The suggested interval for meetings and approval is the first place that Visible Ops shows its age. Many organizations now push changes tens or hundreds of times per day. Waiting for any interval may be impossible as it would cause work to pile up immediately. Visible Ops does suggest tracking the Change Success Rate for all changes and classifying each change based on the type. The change success rate can be calculated for each type and those with extremely high rates – 99% or higher – may be made exempt from the CAB, though still tracked in the system. Code reviews are a decent substitute as an authorization gateway as many version control systems can be configured to prohibit merging of code that is not reviewed by someone other than the submitter or by specific reviewers. Those change types with a lower success rate must still be brought to the CAB. The change success rates should be reviewed regularly to ensure rates do not slip and teams can be adjusted as needed.

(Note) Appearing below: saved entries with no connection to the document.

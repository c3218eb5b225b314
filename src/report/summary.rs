//! A short Markdown summary for CI job pages and pull-request comments.
//!
//! Everything from the model is made inert: ids go into code spans fenced
//! longer than any backtick run they contain, other text has Markdown and
//! HTML punctuation escaped and `@` kept from mentioning anyone, so an id
//! like `![t](https://host/x.png)` never becomes an image that loads when
//! the comment is opened.

use super::kinds;
use super::text::groups;
use super::Report;
use crate::outcome::Outcome;
use std::fmt::Write;

/// Example rows shown per kind; the rest are in the report.
pub const EXAMPLES_PER_KIND: usize = 10;

/// Root causes listed in the summary (the most explaining first).
pub const ROOT_CAUSES_SHOWN: usize = 5;

/// The pass/fail line, coverage, counts by kind, the report's root causes
/// (when it has any), at most [`EXAMPLES_PER_KIND`] example rows per kind,
/// and the caution.
pub fn to_markdown(report: &Report, outcome: &Outcome) -> String {
    let s = &report.summary;
    let mut out = String::new();
    let _ = writeln!(out, "## gibbsite: {}\n", text(&report.project.title));
    let line = outcome.line();
    let (verdict, rest) = line.split_once(": ").unwrap_or((&line, ""));
    // Our own wording, no model text: written as is.
    let _ = writeln!(out, "**{verdict}**: {rest}\n");
    if let Some(c) = outcome.coverage {
        let _ = writeln!(
            out,
            "Coverage: {} have a ΔrG'° and so a direction verdict; the other {} could not be judged.\n",
            c.phrase().replacen("judged ", "", 1),
            c.internal - c.judged.min(c.internal)
        );
    }
    let _ = writeln!(
        out,
        "{} errors, {} warnings, {} notes — {} reactions ({} internal), {} metabolites, {} scenarios.\n",
        s.errors, s.warnings, s.notes, s.reactions, s.internal_reactions, s.metabolites, s.scenarios
    );
    let groups = groups(report);
    if !groups.is_empty() {
        out.push_str("### Findings by kind\n\n| severity | kind | count | what it means |\n|---|---|---:|---|\n");
        for ((severity, kind), findings) in &groups {
            let meaning = kinds::help(kind)
                .map(|h| h.summary.to_string())
                .or_else(|| kinds::check_of(report, kind).map(|(title, _)| title.to_string()))
                .unwrap_or_default();
            let _ = writeln!(
                out,
                "| {} | `{kind}` | {} | {} |",
                severity.slug(),
                findings.len(),
                message(&meaning)
            );
        }
        out.push('\n');
    }
    if !report.root_causes.is_empty() {
        out.push_str("### Root causes\n\n| cause | findings it explains |\n|---|---:|\n");
        for r in report.root_causes.iter().take(ROOT_CAUSES_SHOWN) {
            // The title holds model ids: written inert.
            let _ = writeln!(out, "| {} | {} |", text(&r.title), r.explains());
        }
        let more = report.root_causes.len().saturating_sub(ROOT_CAUSES_SHOWN);
        if more > 0 {
            let _ = writeln!(out, "\n… and {more} more on the site's findings page.");
        }
        out.push('\n');
    }
    for ((severity, kind), findings) in &groups {
        let _ = writeln!(
            out,
            "### {} `{kind}` ({})\n\n| subject | scenario | message |\n|---|---|---|",
            severity.slug(),
            findings.len()
        );
        for f in findings.iter().take(EXAMPLES_PER_KIND) {
            let _ = writeln!(
                out,
                "| {} | {} | {} |",
                code(f.subjects.first().map(String::as_str).unwrap_or("")),
                code(f.scenario.as_deref().unwrap_or("")),
                message(&f.message)
            );
        }
        if findings.len() > EXAMPLES_PER_KIND {
            let _ = writeln!(
                out,
                "\n… and {} more of this kind in the report.",
                findings.len() - EXAMPLES_PER_KIND
            );
        }
        out.push('\n');
    }
    let _ = writeln!(out, "> {}", text(&report.project.caution));
    out
}

/// An id as a code span inside a table cell: fenced with one backtick more
/// than its longest run, padded when it starts or ends with a backtick,
/// pipes escaped (GFM tables split on them even inside code).
fn code(id: &str) -> String {
    if id.is_empty() {
        return String::new();
    }
    let flat = id.replace(['\n', '\r'], " ").replace('|', "\\|");
    let mut longest = 0;
    let mut run = 0;
    for c in flat.chars() {
        run = if c == '`' { run + 1 } else { 0 };
        longest = longest.max(run);
    }
    let fence = "`".repeat(longest + 1);
    let pad = if flat.starts_with('`') || flat.ends_with('`') {
        " "
    } else {
        ""
    };
    format!("{fence}{pad}{flat}{pad}{fence}")
}

/// A message of ours: its `quoted` ids become code spans, the rest is text.
fn message(m: &str) -> String {
    let parts: Vec<&str> = m.split('`').collect();
    let mut out = String::new();
    for (i, part) in parts.iter().enumerate() {
        let quoted = i % 2 == 1 && i + 1 < parts.len();
        if quoted {
            out.push_str(&code(part));
        } else {
            if i > 0 && i % 2 == 1 {
                // An unmatched backtick: keep it, escaped.
                out.push_str("\\`");
            }
            out.push_str(&text(part));
        }
    }
    out
}

/// Model text inside a Markdown table cell: no pipes, no line breaks, no
/// HTML (angle brackets become entities), no links or emphasis (their
/// punctuation escaped), and no `@mention` (a word joiner follows `@`).
fn text(s: &str) -> String {
    let mut out = String::with_capacity(s.len());
    for c in s.chars() {
        match c {
            '&' => out.push_str("&amp;"),
            '<' => out.push_str("&lt;"),
            '>' => out.push_str("&gt;"),
            '\n' | '\r' => out.push(' '),
            '@' => out.push_str("@\u{2060}"),
            '\\' | '`' | '*' | '_' | '[' | ']' | '(' | ')' | '!' | '|' | '~' | '#' => {
                out.push('\\');
                out.push(c);
            }
            c => out.push(c),
        }
    }
    out
}

#[cfg(test)]
mod tests {
    use super::*;

    #[test]
    fn ids_become_safely_fenced_code_spans() {
        assert_eq!(code("PGI"), "`PGI`");
        assert_eq!(code("a`b"), "``a`b``");
        assert_eq!(code("`x``"), "``` `x`` ```");
        assert_eq!(
            code("![t](https://host/x.png)"),
            "`![t](https://host/x.png)`"
        );
        assert_eq!(code("a|b\nc"), "`a\\|b c`");
    }

    #[test]
    fn text_is_inert() {
        assert_eq!(text("@octocat"), "@\u{2060}octocat");
        assert_eq!(
            text("![t](https://host/x.png)"),
            "\\!\\[t\\]\\(https://host/x.png\\)"
        );
        assert_eq!(text("<img src=x>"), "&lt;img src=x&gt;");
        assert_eq!(
            message("reaction `@team` needs ΔG' < 0"),
            "reaction `@team` needs ΔG' &lt; 0"
        );
    }
}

You can also increase or decrease the frequency of CAB meetings, for those changes that do make it there.
A suggested agenda is provided for the weekly CAB meetings, along with a list of Who/What/When/How/What If questions to help focus the team, such as Who will be affected? What assets are involved? When will the benefits be realized? How is success determined? and What will the worst case service outage be? Next are some Do’s and Don’ts that the ITPI studies collected, including obvious items like, “Do track the outcomes of all changes (change withdrawn, aborted, completed successfully),” and the less obvious, “Don’t sent mixed messages such as ‘just do it’ or ‘we did it that way last time’.”
The changes we see will progress across a spectrum that Visible Ops describes. The spectrum has 7 gradiants, from Oblivious to Change to Managing Change. Visible Ops then describes some top reasons that such initiatives fail, including the common refrains such as, “We won’t be able to do anything anymore!” and helpful responses to the claims.
Summary
Each chapter ends with a section titled What You Have Built And What You Will Likely Hear. We have stopped inflicting wounds on ourselves, significantly lowered the amount of unplanned work, and integrated change processes with troubleshooting. Putting an electric fence around change control ensures that change is monitored and successful, driving down MTTR and increasing the throughput of the organization. What You Will Likely Hear is provided through a series of quotes from managers, consultants, and executives who have participated in Visible Ops implementations. The last page also includes some tips on preparing for audits. As mentioned in the review, Visible Ops prepares us to have a healthy relationship with auditing teams and does so through these prescriptive steps.